Tata Mutual Fund has launched the ‘Tata Multi Asset Opportunities Fund’ for those who want to curb risk by diversifying investment
- The new fund offer opened on Feb 14 will close on Feb 28.
- The fund will invest in everything from share market to debt to exchange-traded commodities.
- For example, if the share market is going down and copper prices are rising, it will keep the investment in good stead.
The diversification in investments will adjust the risk and offer better returns, according to Tata Asset Management. For example, if the share market is going down and copper prices are rising, it will keep the investment in good stead.
25% of the investors’ money will be invested in exchange-traded commodity derivatives, where a maximum of one in every ten rupees can be invested in any one commodity. “"Negative correlation between different assets ensures not all investments fail at the same time giving stability to the portfolio,” Chief Investment Officer Rahul Singh said.
What are commodity derivatives?
Derivatives allow investors to profit from the trade without actually possessing the commodity. The buyer of a derivatives contract, essentially, buys the right to exchange a commodity at a certain price sometime in the future date.
What is an exchange-traded fund?
An exchange-traded fund (ETF) is a type of security that involves a collection of securities—such as stocks—that often tracks an underlying index, like the Nifty or Bank Nifty, although they can invest in any number of industry sectors, the Investopedia explains.
They are in many ways similar to mutual funds; however, they are listed on exchanges and ETF shares trade throughout the day just like ordinary stock.
'Tata Multi Asset Opportunities Fund' will invest in such exchange-traded funds that invest in commodity derivatives.
The scheme presents two types of investment plans namely ‘Regular Plan’ (for applications routed through distributors) and ‘Direct Plan’ (for direct applications). Both these categories again give two options each namely ‘Growth Option’ and ‘Dividend Option’.
If you do not tick the options you find on the application form, your units will be allotted by default under the ‘Direct Plan – Growth Option’.

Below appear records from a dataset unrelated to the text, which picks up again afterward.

import { execFileSync } from 'node:child_process';
import { mkdtempSync, readdirSync, readFileSync, statSync, writeFileSync } from 'node:fs';
import { tmpdir } from 'node:os';
import path from 'node:path';
import { parse } from 'csv-parse/sync';
import { extractText, getDocumentProxy } from 'unpdf';
import { afterAll, beforeAll, describe, expect, it } from 'vitest';
import { parseProblem } from '@workback/core';
import type { ReviewPlanJson } from '../src/review-plans/review-plans.service.js';
import { printedProblem } from '../src/review-plans/review-plan-pdf.js';
import { waitForMail } from './support/mail.js';
import { DEMO, signedIn, startTestApp, type Client, type TestApp } from './support/test-app.js';

// Issue 11 §5 and §8: a review plan never misleads, reads summary first, prints as people
// write, and the sample key fits the demo course.

let t: TestApp;
let owner: Client;
let student: number;
let plan: ReviewPlanJson;
let pdf: Buffer;
const SCREENSHOTS = path.resolve(import.meta.dirname, '../../../.screenshots');

async function pages(body: Buffer): Promise<string[]> {
  const doc = await getDocumentProxy(new Uint8Array(body));
  const { text } = await extractText(doc, { mergePages: false });
  return text as string[];
}

const binary = (res: import('superagent').Response, cb: (e: Error | null, b: Buffer) => void) => {
  const chunks: Buffer[] = [];
  res.on('data', (c: Buffer) => chunks.push(c));
  res.on('end', () => cb(null, Buffer.concat(chunks)));
};

async function miss(occurredOn: string, problem: string, answer: string, extra: object = {}) {
  const res = await owner.post('/api/misses', {
    studentId: student,
    occurredOn,
    problem,
    answer,
    ...extra,
  });
  if (res.status !== 201) throw new Error(`miss: ${res.status} ${res.text}`);
  return res.body.id as number;
}

beforeAll(async () => {
  t = await startTestApp({
    SIGN_IN_LIMIT_PER_MINUTE: '1000',
    PUBLIC_URL: 'https://workback.example.test/',
  });
  owner = await signedIn(t, DEMO.owner);
  student = (
    await owner.post('/api/students', { name: 'Print child', gradeLevel: '3' }).expect(201)
  ).body.id as number;
  // DESIGN.md's catalog examples: 304 − 75 → 139 (sub.borrow-across-zero), 1300 − 522 → 878
  // (sub.borrow-from-zero); 4006 − 989 = 3017; 7 × 8 = 56 and 8 + 7 = 15 (basic facts).
  await miss('2026-11-30', '304 - 75', '139', {
    revisit: ['14'],
    explanation: 'I took the one from the 3.',
  });
  await miss('2026-12-01', '1300 - 522', '878', { revisit: ['14', '15'] });
  await miss('2026-12-01', '4006 - 989', '3127', { revisit: ['15'] });
  await miss('2026-12-02', '7 x 8', '54', { revisit: ['13'] });
  await miss('2026-12-02', '58 + 67', '115', { revisit: ['4'] });
  // Issue 11's example: 347 × 26 answered 8,922 with partials 2,082 and 6,840 (347 × 20 = 6,940).
  await miss('2026-12-03', '347 x 26', '8922', { steps: { partials: ['2082', '6840'] } });
  // Marked wrong, but the engine works 304 − 75 out as 229: nothing to re-work.
  await miss('2026-12-02', '304 - 75', '229', { revisit: ['8'] });
  const res = await owner.post('/api/review-plans', {
    studentId: student,
    scheduledFor: '2026-12-04',
  });
  expect(res.status, res.text).toBe(201);
  plan = res.body;
  pdf = (
    await owner
      .get(`/api/review-plans/${plan.id}/export.pdf`)
      .buffer(true)
      .parse(binary)
      .expect(200)
  ).body as Buffer;
});
afterAll(() => t.close());

describe('a plan never misleads', () => {
  it('never asks to re-work an answer the engine finds right, and says why it is left out', async () => {
    expect(plan.misses.map((m) => `${m.problem} ${m.answer}`)).not.toContain('304 - 75 229');
    expect(plan.items.filter((i) => i.kind === 'miss')).toHaveLength(6);
    expect(plan.notes.join(' ')).toMatch(/304 - 75 answered 229 is right by the checker/);
    // Lesson 8 was asked for only by the right answer: it is not on the plan.
    expect(plan.lessons.ranges.map((r) => [r.from, r.to])).toEqual([
      [4, 4],
      [13, 15],
    ]);
    const right = (await owner.get(`/api/misses?studentId=${student}&status=logged`).expect(200))
      .body.items as { answer: string }[];
    expect(right.map((m) => m.answer)).toEqual(['229']);
  });

  it('refuses a plan of right answers only, naming missIds, and saves nothing', async () => {
    const id = await miss('2026-12-02', '58 + 67', '125');
    const before = (await owner.get(`/api/review-plans?studentId=${student}`).expect(200)).body
      .total;
    const res = await owner.post('/api/review-plans', {
      studentId: student,
      scheduledFor: '2026-12-05',
      missIds: [id],
    });
    expect(res.status).toBe(400);
    expect(res.body.fields.missIds).toMatch(/right by the checker/);
    expect((await owner.get(`/api/review-plans?studentId=${student}`).expect(200)).body.total).toBe(
      before,
    );
  });

  it('drills each family with its own table and offers other activities', () => {
    const eights = plan.factFamilies.find((f) => f.family === 'x8')!;
    expect(eights.facts).toEqual(['7 × 8']);
    const all = [eights.activity, ...(eights.alternatives ?? [])];
    expect(all.length).toBeGreaterThanOrEqual(3);
    const skip = all.find((a) => a.id === 'skip-counting')!;
    expect(skip.how).toContain('(8, 16, 24, …)');
    expect(skip.how).toContain('56 is 7 × 8');
    for (const a of all) expect(a.how).not.toMatch(/7, 14, 21|42 is 6 × 7/);
  });

  it('names lessons by their curriculum titles, merging only lessons asked for', () => {
    // Titles from seeds/demo-curriculum.json, the household's one course.
    expect(plan.items.filter((i) => i.kind === 'lesson').map((i) => i.title)).toEqual([
      'Revisit lesson 4 “Adding two-digit numbers”',
      'Revisit lessons 13–15: 13 “Facts: eights and nines”, 14 “Regrouping across a zero”, 15 “Regrouping across two or more zeros”',
    ]);
  });

  it('puts 3–5 problems first, chosen by recurrence', () => {
    const focus = plan.summary.focus;
    expect(focus.length).toBeGreaterThanOrEqual(3);
    expect(focus.length).toBeLessThanOrEqual(5);
    // Three misses regroup across zeros: that difficulty leads.
    expect(focus[0]!.recurs).toBe(3);
    expect(focus[0]!.reason).toMatch(/regrouping across zeros/);
  });

  it('carries lesson titles into the CSV', async () => {
    const res = await owner.get(`/api/review-plans/${plan.id}/export.csv`).expect(200);
    const rows = parse(res.text, { columns: true }) as Record<string, string>[];
    expect(rows.filter((r) => r.section === 'lessons').map((r) => r.item)).toEqual(
      plan.items.filter((i) => i.kind === 'lesson').map((i) => i.title),
    );
  });
});

describe('the printed plan', () => {
  it('opens with a one-page summary: lessons, facts, the problems most worth re-working', async () => {
    const [first, ...rest] = await pages(pdf);
    expect(first).toContain('Review plan for Print child');
    expect(first).toContain('Review day 4 December 2026');
    expect(first).toContain('Lesson 4 “Adding two-digit numbers”');
    expect(first).toContain('× and ÷ facts with 8: 7 × 8');
    expect(first).toContain('Problems most worth re-working');
    for (const f of plan.summary.focus) expect(first).toContain(f.reason);
    expect(first).not.toContain('Practice problems');
    expect(rest.join('\n')).toContain('Practice problems');
  });

  it('writes dates as people do, labels every figure and numbers problems so they cannot be misread', async () => {
    const text = (await pages(pdf)).join('\n');
    expect(text).not.toMatch(/\d{4}-\d{2}-\d{2}/);
    expect(text).toContain('30 November 2026');
    expect(text).toContain('Child wrote 139 · right answer 229');
    expect(text).toContain('Child wrote 3127 · right answer 3017');
    const n = plan.misses.findIndex((m) => m.problem === '4006 - 989') + 1;
    expect(text).toContain(`${n}. 4006 − 989`);
    expect(text).toMatch(/The right working · answer 229/);
    expect(text).not.toMatch(/→|tens 0 > 10 > 9/);
    for (const p of plan.practice.flatMap((b) => b.problems))
      expect(text).toContain(`${p.number}. ${printedProblem(p.problem)} = ${p.answer}`);
  });

  it('draws the partial products the child wrote and marks the first that differs', async () => {
    const text = (await pages(pdf)).join('\n');
    expect(text).toContain('The partial products the child wrote, beside the usual ones:');
    expect(text).toMatch(
      /partial product 2 \(347 × 2[^)]*\): wrote 6840 · usual 6940 · the first that differs/,
    );
  });

  it('prints an unchanged plan from its kept copy, and a changed plan afresh', async () => {
    const download = async () =>
      (
        await owner
          .get(`/api/review-plans/${plan.id}/export.pdf`)
          .buffer(true)
          .parse(binary)
          .expect(200)
      ).body as Buffer;
    // The kept bytes, creation time and all.
    expect((await download()).equals(pdf)).toBe(true);
    const move = (scheduledFor: string) =>
      owner.send('patch', `/api/review-plans/${plan.id}`, { scheduledFor }).expect(200);
    await move('2026-12-05');
    expect((await pages(await download()))[0]).toContain('Review day 5 December 2026');
    await move('2026-12-04');
    expect((await pages(await download()))[0]).toContain('Review day 4 December 2026');
  });

  it('renders to PNG pages with pdftoppm (Debian poppler-utils)', () => {
    const dir = mkdtempSync(path.join(tmpdir(), 'plan-png-'));
    const file = path.join(dir, 'plan.pdf');
    writeFileSync(file, pdf);
    execFileSync('pdftoppm', ['-png', '-r', '60', file, path.join(dir, 'page')]);
    const pngs = readdirSync(dir)
      .filter((f) => f.endsWith('.png'))
      .sort();
    expect(pngs.length).toBeGreaterThanOrEqual(3);
    for (const p of pngs) {
      const bytes = readFileSync(path.join(dir, p));
      expect(bytes.subarray(1, 4).toString()).toBe('PNG');
      expect(statSync(path.join(dir, p)).size).toBeGreaterThan(5_000);
    }
    // Kept for a person to look at (git-ignored).
    execFileSync('mkdir', ['-p', SCREENSHOTS]);
    execFileSync('pdftoppm', ['-png', '-r', '80', file, path.join(SCREENSHOTS, 'plan-pdf')]);
  });

  it('e-mails say where the answers are and link back to the plan from PUBLIC_URL', async () => {
    const members = (await owner.get('/api/members').expect(200)).body.items as {
      id: number;
      email: string;
    }[];
    const parent = members.find((m) => m.email === DEMO.parent)!;
    await owner
      .post(`/api/review-plans/${plan.id}/send`, { memberIds: [parent.id] })
      .set('Host', 'evil.example.test')
      .expect(200);
    const mail = await waitForMail(
      owner,
      DEMO.parent,
      /Review plan for Print child, 4 December 2026/,
    );
    expect(mail.text).toContain(
      'Where the answers are: at the end of the PDF, from the page headed “Answers”',
    );
    expect(mail.text).toContain('Lesson 4 “Adding two-digit numbers”');
    expect(mail.links).toContain(`https://workback.example.test/review-plans/${plan.id}`);
    expect(mail.text).not.toContain('evil.example.test');
  });
});

describe('the sample key and the demo course', () => {
  it('links every item of fixtures/keys/sample-key.csv to lessons whose titles fit it', async () => {
    const course = (await owner.get('/api/courses').expect(200)).body.items[0] as { id: number };
    const lessons = (await owner.get(`/api/courses/${course.id}/lessons`).expect(200)).body
      .items as {
      number: number;
      title: string;
    }[];
    const file = readFileSync(new URL('../../../fixtures/keys/sample-key.csv', import.meta.url));
    const res = await owner.agent
      .post('/api/answer-keys/import')
      .set('x-csrf-token', owner.token)
      .field('title', 'Sample key')
      .field('kind', 'worksheet')
      .field('courseId', String(course.id))
      .attach('file', file, { filename: 'sample-key.csv', contentType: 'text/csv' });
    expect(res.status, res.text).toBe(201);
    // What each kind of problem is taught under in the demo course (its own titles).
    const fits: Record<string, RegExp> = {
      addition: /add/i,
      subtraction: /subtract|regroup/i,
      multiplication: /multipl|partial|facts/i,
      division: /divi|quotient|facts/i,
      rounding: /round/i,
      missing: /missing/i,
      word: /word|facts/i,
    };
    for (const item of res.body.items as { prompt: string; revisitLessons: number[] }[]) {
      const parsed = parseProblem(item.prompt);
      const kind = parsed.ok ? parsed.problem.kind : 'word';
      expect(item.revisitLessons.length, item.prompt).toBeGreaterThan(0);
      for (const n of item.revisitLessons) {
        const title = lessons.find((l) => l.number === n)?.title ?? '(none)';
        expect(title, `${item.prompt} → lesson ${n}`).toMatch(fits[kind]!);
      }
    }
  });
});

If the dividend amount receivable by an investor is less than ₹500, it will compulsorily reinvested in the same way as before. Whereas the distribution of dividend (more than ₹500) will be at the discretion of the Trustees.
There is no entry load (a charge for investing) but the investor will have to pay an exit charge of 1% of the net asset value (NAV) if he/she chooses to pull money out or switch to another fund within the first year.
Minimum redemption amount will be ₹500 or 50 units or account balance whichever is lower. There are no guaranteed returns.